* [Directions for this task] Please restate, word for word, the lines below that begin at the one with "def __radd__(self, other: fmpq_poly)" and end at the one with "whole product of". Leave out all other lines.

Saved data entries
↓

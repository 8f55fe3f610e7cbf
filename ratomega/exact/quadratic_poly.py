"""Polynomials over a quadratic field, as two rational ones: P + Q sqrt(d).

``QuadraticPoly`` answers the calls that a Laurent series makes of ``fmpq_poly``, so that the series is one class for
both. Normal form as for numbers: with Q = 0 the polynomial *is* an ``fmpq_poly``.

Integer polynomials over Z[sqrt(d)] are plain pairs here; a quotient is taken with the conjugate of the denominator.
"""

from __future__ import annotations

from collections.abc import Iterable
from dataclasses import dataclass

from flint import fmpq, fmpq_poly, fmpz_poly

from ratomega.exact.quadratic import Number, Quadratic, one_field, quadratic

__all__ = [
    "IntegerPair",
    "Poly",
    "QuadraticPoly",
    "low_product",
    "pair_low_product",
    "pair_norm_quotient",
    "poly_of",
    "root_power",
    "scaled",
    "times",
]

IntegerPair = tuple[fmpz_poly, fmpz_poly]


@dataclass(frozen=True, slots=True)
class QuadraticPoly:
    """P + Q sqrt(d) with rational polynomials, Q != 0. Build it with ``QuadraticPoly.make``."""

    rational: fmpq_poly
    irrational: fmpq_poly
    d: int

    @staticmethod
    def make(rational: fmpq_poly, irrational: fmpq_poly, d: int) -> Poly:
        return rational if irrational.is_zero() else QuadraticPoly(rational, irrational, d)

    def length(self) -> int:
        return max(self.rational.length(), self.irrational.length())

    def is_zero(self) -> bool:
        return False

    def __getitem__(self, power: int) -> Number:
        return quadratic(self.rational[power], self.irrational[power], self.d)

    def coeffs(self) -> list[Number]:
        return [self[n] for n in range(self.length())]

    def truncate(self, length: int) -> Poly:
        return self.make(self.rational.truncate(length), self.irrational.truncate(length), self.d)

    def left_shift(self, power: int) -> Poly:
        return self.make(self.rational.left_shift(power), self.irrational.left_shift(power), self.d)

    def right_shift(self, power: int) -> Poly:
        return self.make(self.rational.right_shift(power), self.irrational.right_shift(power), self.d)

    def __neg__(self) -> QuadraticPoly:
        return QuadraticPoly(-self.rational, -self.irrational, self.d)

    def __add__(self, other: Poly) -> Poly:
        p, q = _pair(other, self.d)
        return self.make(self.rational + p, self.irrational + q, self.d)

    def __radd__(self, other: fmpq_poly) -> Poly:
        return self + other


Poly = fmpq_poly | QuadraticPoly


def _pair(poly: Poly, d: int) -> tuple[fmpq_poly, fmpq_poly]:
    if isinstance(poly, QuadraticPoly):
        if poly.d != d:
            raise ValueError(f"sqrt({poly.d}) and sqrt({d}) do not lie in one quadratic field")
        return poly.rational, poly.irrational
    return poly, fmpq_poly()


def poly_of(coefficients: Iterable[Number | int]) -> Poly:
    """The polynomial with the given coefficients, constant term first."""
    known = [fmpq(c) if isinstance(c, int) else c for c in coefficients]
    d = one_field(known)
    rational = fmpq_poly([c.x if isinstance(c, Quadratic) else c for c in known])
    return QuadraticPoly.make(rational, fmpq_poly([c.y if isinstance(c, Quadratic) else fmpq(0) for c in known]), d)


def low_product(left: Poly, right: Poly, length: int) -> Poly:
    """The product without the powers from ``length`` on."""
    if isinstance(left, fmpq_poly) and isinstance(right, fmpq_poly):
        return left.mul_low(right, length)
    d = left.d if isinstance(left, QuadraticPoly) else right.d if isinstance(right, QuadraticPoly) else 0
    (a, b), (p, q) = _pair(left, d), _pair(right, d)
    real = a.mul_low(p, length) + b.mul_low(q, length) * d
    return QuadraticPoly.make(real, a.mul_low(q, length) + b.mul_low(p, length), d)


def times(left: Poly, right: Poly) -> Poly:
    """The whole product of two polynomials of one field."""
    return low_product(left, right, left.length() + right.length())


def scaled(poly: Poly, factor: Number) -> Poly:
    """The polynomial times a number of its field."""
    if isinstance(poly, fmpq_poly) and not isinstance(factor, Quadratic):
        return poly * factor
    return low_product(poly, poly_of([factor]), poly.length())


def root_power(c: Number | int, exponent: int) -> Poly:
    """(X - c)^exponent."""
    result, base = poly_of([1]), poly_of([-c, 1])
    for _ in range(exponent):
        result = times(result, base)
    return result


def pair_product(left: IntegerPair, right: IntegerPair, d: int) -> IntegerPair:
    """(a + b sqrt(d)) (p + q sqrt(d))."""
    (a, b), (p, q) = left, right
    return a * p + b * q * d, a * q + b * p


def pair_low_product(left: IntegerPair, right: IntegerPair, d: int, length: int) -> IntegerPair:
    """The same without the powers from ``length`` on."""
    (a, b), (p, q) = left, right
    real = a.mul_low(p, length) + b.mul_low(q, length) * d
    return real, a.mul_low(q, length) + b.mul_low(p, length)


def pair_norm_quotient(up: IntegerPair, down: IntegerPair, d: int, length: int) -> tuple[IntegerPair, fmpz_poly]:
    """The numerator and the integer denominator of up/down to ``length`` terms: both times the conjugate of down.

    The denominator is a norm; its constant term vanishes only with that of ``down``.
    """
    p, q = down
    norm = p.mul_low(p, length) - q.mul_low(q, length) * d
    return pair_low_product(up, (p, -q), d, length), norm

↑
↓

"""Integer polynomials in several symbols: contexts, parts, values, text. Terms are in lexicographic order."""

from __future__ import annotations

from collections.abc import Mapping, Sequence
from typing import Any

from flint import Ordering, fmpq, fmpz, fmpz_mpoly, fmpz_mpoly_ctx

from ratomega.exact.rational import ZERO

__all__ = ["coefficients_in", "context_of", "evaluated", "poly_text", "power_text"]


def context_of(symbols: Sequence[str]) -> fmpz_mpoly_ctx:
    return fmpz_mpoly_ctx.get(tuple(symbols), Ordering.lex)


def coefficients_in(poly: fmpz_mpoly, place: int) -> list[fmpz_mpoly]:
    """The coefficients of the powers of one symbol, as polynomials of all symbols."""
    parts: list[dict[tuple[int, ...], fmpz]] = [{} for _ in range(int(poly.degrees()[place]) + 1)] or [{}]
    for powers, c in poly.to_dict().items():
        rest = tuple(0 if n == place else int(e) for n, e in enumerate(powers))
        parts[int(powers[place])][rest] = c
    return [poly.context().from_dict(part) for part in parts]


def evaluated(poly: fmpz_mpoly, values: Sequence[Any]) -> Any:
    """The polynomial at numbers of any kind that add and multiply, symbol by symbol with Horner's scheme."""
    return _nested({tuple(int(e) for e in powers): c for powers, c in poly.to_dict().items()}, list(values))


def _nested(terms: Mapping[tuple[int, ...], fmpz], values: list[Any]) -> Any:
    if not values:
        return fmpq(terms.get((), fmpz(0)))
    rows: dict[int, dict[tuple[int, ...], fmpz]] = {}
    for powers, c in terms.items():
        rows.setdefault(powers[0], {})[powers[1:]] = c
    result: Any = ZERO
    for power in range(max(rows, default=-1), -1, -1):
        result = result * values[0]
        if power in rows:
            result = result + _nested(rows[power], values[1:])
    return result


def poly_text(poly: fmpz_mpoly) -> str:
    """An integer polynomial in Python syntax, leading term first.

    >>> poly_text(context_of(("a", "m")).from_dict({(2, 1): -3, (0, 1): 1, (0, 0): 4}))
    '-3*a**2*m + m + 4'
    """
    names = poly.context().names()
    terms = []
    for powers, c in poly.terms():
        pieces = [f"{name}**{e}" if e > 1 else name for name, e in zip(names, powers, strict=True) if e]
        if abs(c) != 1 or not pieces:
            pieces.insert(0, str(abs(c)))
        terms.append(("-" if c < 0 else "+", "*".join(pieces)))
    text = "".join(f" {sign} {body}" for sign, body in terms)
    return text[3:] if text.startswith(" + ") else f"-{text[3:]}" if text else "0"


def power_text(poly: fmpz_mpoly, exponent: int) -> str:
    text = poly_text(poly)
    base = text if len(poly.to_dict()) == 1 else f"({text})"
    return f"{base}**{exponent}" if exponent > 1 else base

↑

* [Solution to this task]
    def __radd__(self, other: fmpq_poly) -> Poly:
        return self + other


Poly = fmpq_poly | QuadraticPoly


def _pair(poly: Poly, d: int) -> tuple[fmpq_poly, fmpq_poly]:
    if isinstance(poly, QuadraticPoly):
        if poly.d != d:
            raise ValueError(f"sqrt({poly.d}) and sqrt({d}) do not lie in one quadratic field")
        return poly.rational, poly.irrational
    return poly, fmpq_poly()


def poly_of(coefficients: Iterable[Number | int]) -> Poly:
    """The polynomial with the given coefficients, constant term first."""
    known = [fmpq(c) if isinstance(c, int) else c for c in coefficients]
    d = one_field(known)
    rational = fmpq_poly([c.x if isinstance(c, Quadratic) else c for c in known])
    return QuadraticPoly.make(rational, fmpq_poly([c.y if isinstance(c, Quadratic) else fmpq(0) for c in known]), d)


def low_product(left: Poly, right: Poly, length: int) -> Poly:
    """The product without the powers from ``length`` on."""
    if isinstance(left, fmpq_poly) and isinstance(right, fmpq_poly):
        return left.mul_low(right, length)
    d = left.d if isinstance(left, QuadraticPoly) else right.d if isinstance(right, QuadraticPoly) else 0
    (a, b), (p, q) = _pair(left, d), _pair(right, d)
    real = a.mul_low(p, length) + b.mul_low(q, length) * d
    return QuadraticPoly.make(real, a.mul_low(q, length) + b.mul_low(p, length), d)


def times(left: Poly, right: Poly) -> Poly:
    """The whole product of two polynomials of one field."""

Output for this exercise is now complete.